Plaintiffs' weak arguments in King v. Burrell, the latest legal assault on the Affordable Care Act, have led to a default position that, if Congress does not like the "plain words" of the law, they can just pass a corrective amendment to fix it.
Regrettably, the "Congress-can-fix-it" argument has only been answered by pointing out current Congress' total dysfunction, a position unlikely to sway certain Justices who have shown they are quite willing to ignore reality when it suits them, and invent it when it does not.
Congressional inability to act, for example, was one of Justice Scalia's key arguments for striking down a key provision of the Voting Rights Act (Shelby County v. Holder) when he overrode near unanimity in Congress by claiming that, what he called "racial entitlement," is too difficult for Congress to eliminate. Thus, the Court had to ignore both the 15th Amendment and thousands of pages of Congressional testimony that led to the conclusion that certain places still discriminated against racial minorities. (Ya think?!)
Justice Anthony Kennedy caused a recent stir when he pointed out that the Court cannot take cognizance of another branch's dysfunction, but must assume that they are fully operational. That led to concern that the Court would not listen to arguments that Congress cannot fix the Affordable Care Act's so-called "plain words," due to its dysfunction.
But, Justice Kennedy, "Congress-can-fix-it" can cut either way.
The Court could, if it were so inclined, indicate that the IRS interpretation has been operative for a couple of years, and that Congress could just as easily pass an amendment to the Affordable Care Act stating that the IRS is wrong, as it can fix it by passing an amendment eliminating the words "established by the State."
I have pointed out two, of what are likely thousands, of laws interpreted by the Courts and agencies differently than their so-called "plain words" would require.
Indeed, in those two cases, Congress used limiting adverbs ("exclusively" and "solely") that the agency and Court apparently ignored, whereas no such limiting adverb is used in the Affordable Care Act language.

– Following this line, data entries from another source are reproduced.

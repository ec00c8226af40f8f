#include "sheetmill/sheet/sheet_crs.hpp"

#include <catch2/catch.hpp>
#include <cmath>

#include "sheetmill/core/error.hpp"

using namespace sheetmill;
using namespace sheetmill::sheet;

// Snyder, J.P. (1987) Map Projections: A Working Manual, USGS PP 1395, ellipsoidal transverse
// Mercator worked example: Clarke 1866, lon0 = 75 W, k0 = 0.9996, point 40.5 N 73.5 W:
// x = 127 106.5 m, y = 4 484 124.4 m, k = 0.9997989.
TEST_CASE("Snyder's transverse Mercator example", "[sheet]") {
  auto crs = SheetCrs::resolve(
      "+proj=tmerc +ellps=clrk66 +lon_0=-75 +lat_0=0 +k_0=0.9996 +x_0=0 +y_0=0 +units=m "
      "+type=crs");
  Point g = crs.to_ground({-73.5, 40.5});
  CHECK(g.x == Approx(127106.5).margin(0.1));
  CHECK(g.y == Approx(4484124.4).margin(0.1));
  auto f = crs.factors_at({-73.5, 40.5});
  CHECK(f.scale_factor == Approx(0.9997989).margin(1e-7));
  // Convergence, first order (common practice): (lon - lon0) sin(lat) = 1.5 sin 40.5 = 0.974 deg;
  // the higher-order terms add well under 0.002 deg this close to the central meridian.
  CHECK(f.grid_convergence_deg == Approx(1.5 * std::sin(40.5 * M_PI / 180)).margin(0.002));
  Point back = crs.to_lonlat(g);
  CHECK(back.x == Approx(-73.5).margin(1e-9));
  CHECK(back.y == Approx(40.5).margin(1e-9));
}

TEST_CASE("UTM sheet CRS from an EPSG code", "[sheet]") {
  auto crs = SheetCrs::resolve("EPSG:32633");
  CHECK(crs.epsg() == 32633);
  CHECK(crs.name() == "WGS 84 / UTM zone 33N");
  CHECK(crs.projection_name() == "Transverse Mercator");
  CHECK(crs.datum_name().find("World Geodetic System 1984") != std::string::npos);
  // West of the central meridian (15 E) in the north: grid north lies west of true north.
  auto f = crs.factors_at({13.0, 47.0});
  CHECK(f.grid_convergence_deg < 0);
  CHECK(f.grid_convergence_deg == Approx(-2.0 * std::sin(47 * M_PI / 180)).margin(0.003));
  // On the central meridian k = k0 = 0.9996 (UTM's definition).
  CHECK(crs.factors_at({15.0, 47.0}).scale_factor == Approx(0.9996).margin(1e-9));
}

TEST_CASE("a geographic CRS is not a sheet CRS", "[sheet]") {
  CHECK_THROWS_AS(SheetCrs::resolve("EPSG:4326"), Error);
  CHECK_THROWS_AS(SheetCrs::resolve("EPSG:999999"), Error);
}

Congress could, if it wished, correct those interpretations as well. That it has not indicates that Congress is okay with them.
Congress has not acted to correct the IRS' interpretation of the Affordable Care Act. It could as easily do that as it could act to eliminate the words "established by the States."
The "Congress-can-fix-it" argument is, therefore, not dispositive one way or the other. If the justices want to overturn the IRS' interpretation, there is no greater weight to the "Congress-can-fix-it" argument for that proposition than for the Court to uphold the IRS interpretation because Congress can just as easily fix that.
Indeed, since Congress knows the IRS' interpretation, and has not passed a law to fix it, there is a bit more weight on the side of assuming Congress is okay with it, as has occurred with many other laws that are even written with limiting adverbs such as "exclusively."
SCOTUS has no safe harbor in the "Congress-can-fix-it" argument. Any reliance on it reveals only the justices' political bias, not disinterested legal analysis.